In the context of the European social model this means, as Barry Nyhan pointed out this morning, progressing from HRM to HRD. I am very happy that this conference has not the title HRM but HRD, because I think this is a different perspective. It is the perspective leading from unilateral management models to models including all stakeholders, not only management but also the workers and the employees. Lifelong learning as a strategy of the enterprises is not only a matter of the management who has to manage processes, but also of the workers and employees. 
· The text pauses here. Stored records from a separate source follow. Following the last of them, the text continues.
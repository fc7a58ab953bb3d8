import type { ProjectDoc } from '../projectDoc';
import { updateHorizon } from './updateHorizon';

/** Returns the document without vertex i of the horizon; unchanged when the horizon would keep fewer than two vertices. */
export function deleteVertex(doc: ProjectDoc, horizonId: string, i: number): ProjectDoc {
  return updateHorizon(doc, horizonId, (h) => {
    if (i < 0 || i >= h.pointsPx.length || h.pointsPx.length <= 2) return h;
    const pointsPx = h.pointsPx.filter((_, k) => k !== i);
    const projected: [number, number][] = [];
    for (const [a, b] of h.projected) {
      const na = a > i ? a - 1 : a;
      const nb = b >= i ? b - 1 : b;
      if (nb > na) projected.push([na, nb]);
    }
    return { ...h, pointsPx, projected };
  });
}
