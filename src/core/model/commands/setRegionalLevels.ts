// A regional typed as numbers: a straight line given by its elevations at the two pins, or through a point
// at a dip. It spans the pins and 5 % of the pin width beyond each, as a proposed regional does, so it
// crosses both pins; a polyline regional it replaces becomes straight.
import { sectionToImage } from '../../calibration/mapPoints';
import { activeScenario } from '../docToSection';
import type { ProjectDoc } from '../projectDoc';
import { pinXs } from './pinXs';
import { sectionFrame } from './sectionFrame';
import { setRegional } from './setRegional';

/** Returns the document with the horizon's regional straight through zLeft at the left pin and zRight at the right pin; unchanged without pins or for non-finite input. */
export function setRegionalLevels(doc: ProjectDoc, horizonId: string, zLeft: number, zRight: number, scenarioId?: string): ProjectDoc {
  const frame = sectionFrame(doc);
  const pins = pinXs(activeScenario(doc, scenarioId).pinsPx, frame);
  if (!pins || !Number.isFinite(zLeft) || !Number.isFinite(zRight) || !doc.horizons.some((h) => h.id === horizonId)) return doc;
  const w0 = pins[1] - pins[0];
  const slope = (zRight - zLeft) / w0;
  const ends: [number, number][] = [pins[0] - 0.05 * w0, pins[1] + 0.05 * w0].map((x) => [x, zLeft + slope * (x - pins[0])]);
  return setRegional(doc, horizonId, ends.map((q) => sectionToImage(frame, q)), scenarioId);
}

/** Returns the document with the horizon's regional straight through (x, z) at dipDeg (degrees, positive = down towards +x, |dip| < 90); unchanged otherwise. */
export function setRegionalThrough(doc: ProjectDoc, horizonId: string, x: number, z: number, dipDeg: number, scenarioId?: string): ProjectDoc {
  if (!(Math.abs(dipDeg) < 90) || !Number.isFinite(x) || !Number.isFinite(z)) return doc;
  const pins = pinXs(activeScenario(doc, scenarioId).pinsPx, sectionFrame(doc));
  if (!pins) return doc;
  const t = Math.tan((dipDeg * Math.PI) / 180);
  return setRegionalLevels(doc, horizonId, z - t * (pins[0] - x), z - t * (pins[1] - x), scenarioId);
}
    This chart (1) will show you some recent access routes to lifelong learning at company level. In my organisation Hans Böckler Stiftung we have a documentation on company based works agreements (local agreements), between works councils and management. Two or three years ago we evaluated some 200 of such works agreements on continuous vocational training and lifelong learning. What we can see from these agreements, I think, is not restricted to the German experience, but can be found in most of the other European countries. On the one hand you see the traditional route to lifelong learning via the further training programmes in the large enterprises. On the other hand you find very recent routes: the assessment of training needs both of the enterprise and the individual, which is part of HRM and HRD strategies, of personnel development; also, the introduction of group work, of team work, of project organisation, and last but not least, learning in the workplace. All these processes open new gateways to lifelong learning. Learning is no longer only formal classroom learning, but happens at the single workplace, and this workplace learning must be promoted and linked to formal ways of learning and training.
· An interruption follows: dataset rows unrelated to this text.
import { nearestOnPolyline } from '../../geometry/nearestOnPolyline';
import type { DocFault, DocHorizon, ImagePx, ProjectDoc } from '../projectDoc';

/** How near (image pixels) a piece end must be to a fault to count as on it when the fault moves: the app snaps ends exactly, so this only absorbs rounding. */
export const ON_FAULT_PX = 1e-3;

/**
 * Returns the document with vertex i of the fault at image pixel p, and every piece end joined on that fault
 * which lay on one of the two segments at vertex i carried along with it (same segment, same fraction), so
 * cutoffs stay on their fault. Unchanged for an unknown fault or index, or no move.
 */
export function moveFaultVertex(doc: ProjectDoc, faultId: string, i: number, p: ImagePx): ProjectDoc {
  const k = doc.faults.findIndex((f) => f.id === faultId);
  if (k < 0) return doc;
  const old = doc.faults[k];
  if (i < 0 || i >= old.pointsPx.length || (old.pointsPx[i][0] === p[0] && old.pointsPx[i][1] === p[1])) return doc;
  const moved: DocFault = { ...old, pointsPx: old.pointsPx.map((q, j): ImagePx => (j === i ? [p[0], p[1]] : q)) };
  const faults = doc.faults.slice();
  faults[k] = moved;
  let changed = false;
  const horizons = doc.horizons.map((h) => {
    const next = carryEnds(h, old, moved, i);
    if (next !== h) changed = true;
    return next;
  });
  return { ...doc, faults, horizons: changed ? horizons : doc.horizons };
}

/** The horizon with its piece ends on `old` near vertex i placed at the same segment and fraction of `moved`; the same horizon when none moves. */
function carryEnds(h: DocHorizon, old: DocFault, moved: DocFault, i: number): DocHorizon {
  if (!h.joins.some((j) => j.faultId === old.id)) return h;
  const us = old.pointsPx.map((q) => q[0]);
  const vs = old.pointsPx.map((q) => q[1]);
  let points: ImagePx[] | null = null;
  for (const j of h.joins) {
    if (j.faultId !== old.id) continue;
    for (const e of [j.at - 1, j.at]) {
      const q = h.pointsPx[e];
      const near = nearestOnPolyline(us, vs, q[0], q[1]);
      if (!near || near.distance > ON_FAULT_PX || (near.segment !== i - 1 && near.segment !== i)) continue;
      const a = moved.pointsPx[near.segment], b = moved.pointsPx[near.segment + 1];
      points ??= h.pointsPx.slice();
      points[e] = [a[0] + near.t * (b[0] - a[0]), a[1] + near.t * (b[1] - a[1])];
    }
  }
  return points ? { ...h, pointsPx: points } : h;
}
    A new approach might be seen in what I call flexicurity, which means the connection between flexibility and security (see chart 2). HRD aims at greater flexibility of the enterprise and of the workforce. This is based and has to be based on individual commitment to the knowledge society. If you miss this important point of commitment in the long run you cannot succeed with HRD. The individual commitment to the knowledge society is deeply rooted in culture, and culture also means trust. Without some kind of security and trust you cannot motivate people to commit themselves to the knowledge society, and without this, HRD aiming at flexibility cannot succeed. 
    One example of the development of flexicurity can be seen in the framework agreement in the German metal industry of 2001, which shows that shift of paradigm. In this framework agreement we do not find collective rights in traditional terms of time and money resources, nor traditional rights of access to training in time. Instead, there is an individual right to regular personnel review on further industrial training needs once a year at least. This means involvement of the individual workers in the assessment of their training needs, which leads to individual agreements between the management and employees on the necessary training measures. The second individual right laid down in this framework agreement is the leave of absence for personal further training with a right to return. This means that the training measure has to be paid by the individual, but he or she has the right to return to the enterprise. This is the case, in enterprises of more than 50 employees, after seniority of at least five years.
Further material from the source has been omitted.